Романы у Лиды, конечно, случались, но были куцыми, словно эпиграфы, и кончались романы где-то в начале первых глав, короткое повествование которых раз от раза существенно не менялось. Одинаковость эту Лида видела, но в зловещую закономерность-тенденцию не заносила. После каждого такого меленького разочарования отвлекалась она домашними скандалами и работой. С радостью бросалась к складу на отбор праздничных костюмов в человеческий рост – зайцев, белок, медведей и просто смешных человечков. Сама примеряла на себя ватные и поролоновые чехлы, особо любила костюм свинки, не розовый, а почему-то алый. Кладовщики над Лидой смеялись: «Ты, Козлова, редкостно удачная свинья». Алый Лиду и вправду очень украшал, но в костюме она долго не была, потому как шагу ступить в нем было невозможно, навык требовался. Точно такой же, как и в другом занятии – работе со знаменитостями. Не слишком нравилось Лиде это вынужденное общение с заносчивыми и часто хамоватыми представителями творческой интеллигенции, которые, долго сопротивляясь, потом все равно шли на праздники охотно и иногда даже забесплатно. Лида звонила им и часто была обругана последними словами, нередко выслушивала беспочвенные оскорбления, на которые она, положив трубку, отвечала коротко и зло: «Вот урод» – и тут же обиду забывала. Один такой, который сначала на Лиду накричал и, что нехарактерно, сразу извинился, тоже являлся очередным праздничным гостем, одним из всего пятистраничного списка возможных кандидатов.

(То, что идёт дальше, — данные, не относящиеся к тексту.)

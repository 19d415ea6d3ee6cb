"""Kernels: one fresh process a case, on a private socket, in an empty folder, with a scrubbed environment."""

import contextlib
import os
import shutil
import sys
import tempfile
from collections.abc import Iterator
from pathlib import Path
from typing import Any

import bandbook

#: What a kernel keeps of the environment; everything else stays outside.
ALLOWED = (
    "PATH", "HOME", "LANG", "LC_ALL", "TMPDIR", "TEMP", "TMP", "SYSTEMROOT", "VIRTUAL_ENV", "LD_LIBRARY_PATH",
    "OPENBLAS_CORETYPE", "OPENBLAS_L2_SIZE",
)  # fmt: skip
#: What a kernel is given, so that the same case gives the same bytes.
FIXED = {
    "PYTHONHASHSEED": "0",
    "PYTHONUTF8": "1",
    "PYTHONDONTWRITEBYTECODE": "1",
    "OPENBLAS_NUM_THREADS": "1",
    "OMP_NUM_THREADS": "1",
    "MKL_NUM_THREADS": "1",
    "SOURCE_DATE_EPOCH": "315532800",
    "MPLBACKEND": "module://matplotlib_inline.backend_inline",
    "PYDEVD_DISABLE_FILE_VALIDATION": "1",
}


def kernel_environment(scratch: Path) -> dict[str, str]:
    """Return the environment of a kernel whose scratch folder is given."""
    kept = {name: os.environ[name] for name in ALLOWED if name in os.environ}
    source = str(Path(bandbook.__file__).resolve().parent.parent)
    private = {
        "IPYTHONDIR": str(scratch / "ipython"),
        "JUPYTER_CONFIG_DIR": str(scratch / "jupyter"),
        "MATPLOTLIBRC": str(scratch / "matplotlibrc"),
        "PYTHONPATH": source,
    }
    return {**kept, **FIXED, **private}


@contextlib.contextmanager
def private_folder() -> Iterator[Path]:
    """Yield a private folder with a short path (a socket's path may have 100 bytes); it is gone afterwards."""
    base = tempfile.gettempdir()
    if len(base.encode()) > 50 and Path("/tmp").is_dir():  # noqa: S108 - mkdtemp makes a private folder in it
        base = "/tmp"  # noqa: S108 - see above
    folder = Path(tempfile.mkdtemp(prefix="bb-", dir=base))
    try:
        yield folder
    finally:
        shutil.rmtree(folder, ignore_errors=True)


@contextlib.contextmanager
def fresh_kernel() -> Iterator[Any]:
    """Yield a kernel manager whose kernel runs in an empty folder; kernel and children are gone afterwards."""
    with private_folder() as scratch:
        manager = _manager(scratch)
        work = scratch / "work"
        work.mkdir()
        (scratch / "matplotlibrc").write_text("", encoding="utf-8")  # nobody's own style
        try:
            yield manager, {"cwd": str(work), "env": kernel_environment(scratch)}
        finally:
            _end(manager)


def _manager(scratch: Path) -> Any:
    from jupyter_client.kernelspec import KernelSpec, KernelSpecManager
    from jupyter_client.manager import AsyncKernelManager

    argv = [sys.executable, "-m", "ipykernel_launcher", "-f", "{connection_file}", "--HistoryManager.enabled=False"]
    spec = KernelSpec(argv=argv, display_name="Python 3", language="python", interrupt_mode="signal")

    class OneSpec(KernelSpecManager):
        def get_kernel_spec(self, kernel_name: str) -> Any:  # noqa: ARG002 - there is only one
            return spec

    place = {"transport": "ipc", "ip": str(scratch / "s")} if os.name != "nt" else {}
    return AsyncKernelManager(
        kernel_name="python3",
        kernel_spec_manager=OneSpec(),
        connection_file=str(scratch / "c.json"),
        **place,
    )


def _end(manager: Any) -> None:
    """Kill what is left of a kernel, its children first."""
    import psutil

    process = getattr(getattr(manager, "provisioner", None), "process", None)
    if process is None or process.poll() is not None:
        return
    with contextlib.suppress(psutil.Error):
        kernel = psutil.Process(process.pid)
        for child in [*kernel.children(recursive=True), kernel]:
            with contextlib.suppress(psutil.Error):
                child.kill()
    with contextlib.suppress(Exception):
        process.wait(5)
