"""From checked parameters to a notebook: the same parameters give the same bytes."""

import pprint
from collections.abc import Mapping
from typing import Any

#: The notebook's first words. The same for every case: its title and prose stand elsewhere, and may change.
ABOUT = (
    "This notebook was written from a checked case file of a calculation logbook. Its first code cell carries every\n"
    "parameter, each cell after it is one step of the case. It opens no other file and needs only `bandbook` to be\n"
    "run again. Running it runs its author's own Python, where the case has some."
)


def seed_of(key: str) -> int:
    """Return the seed of a key: its first 8 digits.

    >>> seed_of("sha256:0000000fabc")
    15
    """
    return int(key.removeprefix("sha256:")[:8], 16)


def compose(parameters: Mapping[str, Any], key: str, *, paper: Mapping[str, Any] | None = None) -> Any:
    """Return the notebook of checked parameters: a first cell that carries them, then a cell a step, in file order.

    Args:
        parameters: Checked parameters, plain JSON.
        key: Their key; seeds the random generator.
        paper: What its figures are drawn for, in place of a page.

    Returns:
        An nbformat 4.5 notebook, not executed.
    """
    import nbformat.v4

    cells = [
        nbformat.v4.new_markdown_cell(ABOUT, id="about"),
        _code(first_cell(parameters, key, paper=paper), "parameters"),
    ]
    for number, (kind, name) in enumerate(parameters["steps"], start=1):
        source = f"answer({name!r})" if kind == "study" else parameters["workings"][name]
        cells.append(_code(source, f"step-{number}"))
    metadata = {
        "kernelspec": {"name": "python3", "display_name": "Python 3", "language": "python"},
        "language_info": {"name": "python"},
    }
    return nbformat.v4.new_notebook(cells=cells, metadata=metadata)


def _code(source: str, name: str) -> Any:
    import nbformat.v4

    return nbformat.v4.new_code_cell(source, id=name)


def first_cell(parameters: Mapping[str, Any], key: str, *, paper: Mapping[str, Any] | None = None) -> str:
    """Return the source of the first code cell."""
    own = f", paper={dict(paper)}" if paper else ""
    literal = pprint.pformat(dict(parameters), width=100, sort_dicts=True)
    return (
        "from bandbook.cells import begin\n\n"
        f"parameters = {literal}\n"
        "systems, results, files, rng, report, answer = begin(\n"
        f"    parameters, seed={seed_of(key)}, namespace=globals(){own}\n"
        ")"
    )
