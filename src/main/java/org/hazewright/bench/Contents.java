package org.hazewright.bench;

import java.util.Collections;
import java.util.LinkedHashMap;
import java.util.List;
import java.util.Map;
import java.util.Optional;
import org.hazewright.mixture.Stock;
import org.hazewright.optics.Refusal;
import org.hazewright.shelf.Ingredient;
import org.hazewright.shelf.Shelf;

/**
 * What the finished phantom is to hold, before anybody thinks of the balance.
 *
 * @param concentrationGPerMl of everything but the base, g per mL of finished phantom; zeros are dropped
 * @param volumeMl finished volume, extra share included
 * @param inHand stocks that are made already, an earlier step of a series before the later one; they may be drawn from and cost
 *     no weighing
 */
public record Contents(
        String title,
        Shelf shelf,
        Ingredient base,
        Map<Ingredient, Double> concentrationGPerMl,
        double volumeMl,
        double temperatureC,
        Optional<String> briefSha256,
        List<Stock> inHand) {

    public Contents {
        Refusal.positive("Volume to make in mL", volumeMl);
        Map<Ingredient, Double> present = new LinkedHashMap<>();
        double added = 0;
        for (var entry : concentrationGPerMl.entrySet()) {
            Ingredient i = entry.getKey();
            double c = Refusal.notNegative("Concentration of " + i.id() + " in g/mL", entry.getValue());
            if (c == 0) continue;
            if (i.isBlend())
                throw new Refusal("The blend " + i.id() + " cannot be added to a base as one thing; add its parts.");
            present.put(i, c);
            added += c / i.densityGPerMl();
        }
        if (!(added < 1))
            throw new Refusal(
                    "What is added takes " + Grams.plain(100 * added) + " % of the volume, which leaves no room for "
                            + base.name() + "; ask for less, or take a more concentrated ingredient.");
        concentrationGPerMl = Collections.unmodifiableMap(present);
        inHand = List.copyOf(inHand);
    }

    public Contents(
            String title,
            Shelf shelf,
            Ingredient base,
            Map<Ingredient, Double> concentrationGPerMl,
            double volumeMl,
            double temperatureC,
            Optional<String> briefSha256) {
        this(title, shelf, base, concentrationGPerMl, volumeMl, temperatureC, briefSha256, List.of());
    }

    /** Grams of an ingredient that the phantom is to hold; 0 for what is not in it. */
    public double massG(Ingredient i) {
        return concentrationGPerMl.getOrDefault(i, 0.0) * volumeMl;
    }

    /** The same contents with these stocks at hand. */
    public Contents withStocks(List<Stock> stocks) {
        return new Contents(title, shelf, base, concentrationGPerMl, volumeMl, temperatureC, briefSha256, stocks);
    }
}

Был он сыном известного режиссера, но сам по себе тоже ничего. Гость для массового праздника выходил из него малоподходящий в основном потому, что не пел он под фонограмму, не танцевал под баян, не снимался в главных ролях кинофильмов. Зато он сам снимал кино, как выяснилось документальное и очень грустное, про войну, про боль и про человеческое равнодушие. Лида на просмотре даже всплакнула. Для Дня Победы, как она посчитала, выбор, в принципе, был достойный. Из обывателей режиссера в лицо никто не знал, но здесь это не учитывалось. Лиде было важно, что согласился он показать пару недлинных своих документальных историй и сказать потом несколько слов. Лида тоже пришла, нарядилась. Сидела с обратной стороны сцены на коробке из-под аппаратуры в белом платье, курила, сбрасывая пепел в конфетный фантик, и слушала. Режиссер говорил мало, но образно. После слов его хотелось думать и плакать. Лида потом бесконечно удивлялась этой своей способности плакать из-за всего того, что связано с ним, будь то его кино, его слова, его фотографии, его книги. Да! Он еще и писателем был. После банкета праздничного книгу ей свою подарил. Лида раньше никогда таких подарков не получала, но знала: положено автограф просить, и стеснялась, только протягивала ему книгу обратно. А он все понял. Сам открыл и написал: «Лиде Козловой с любовью», и Лида удивилась, откуда он знает ее фамилию, но про любовь не подумала, решив, что так пишут всегда.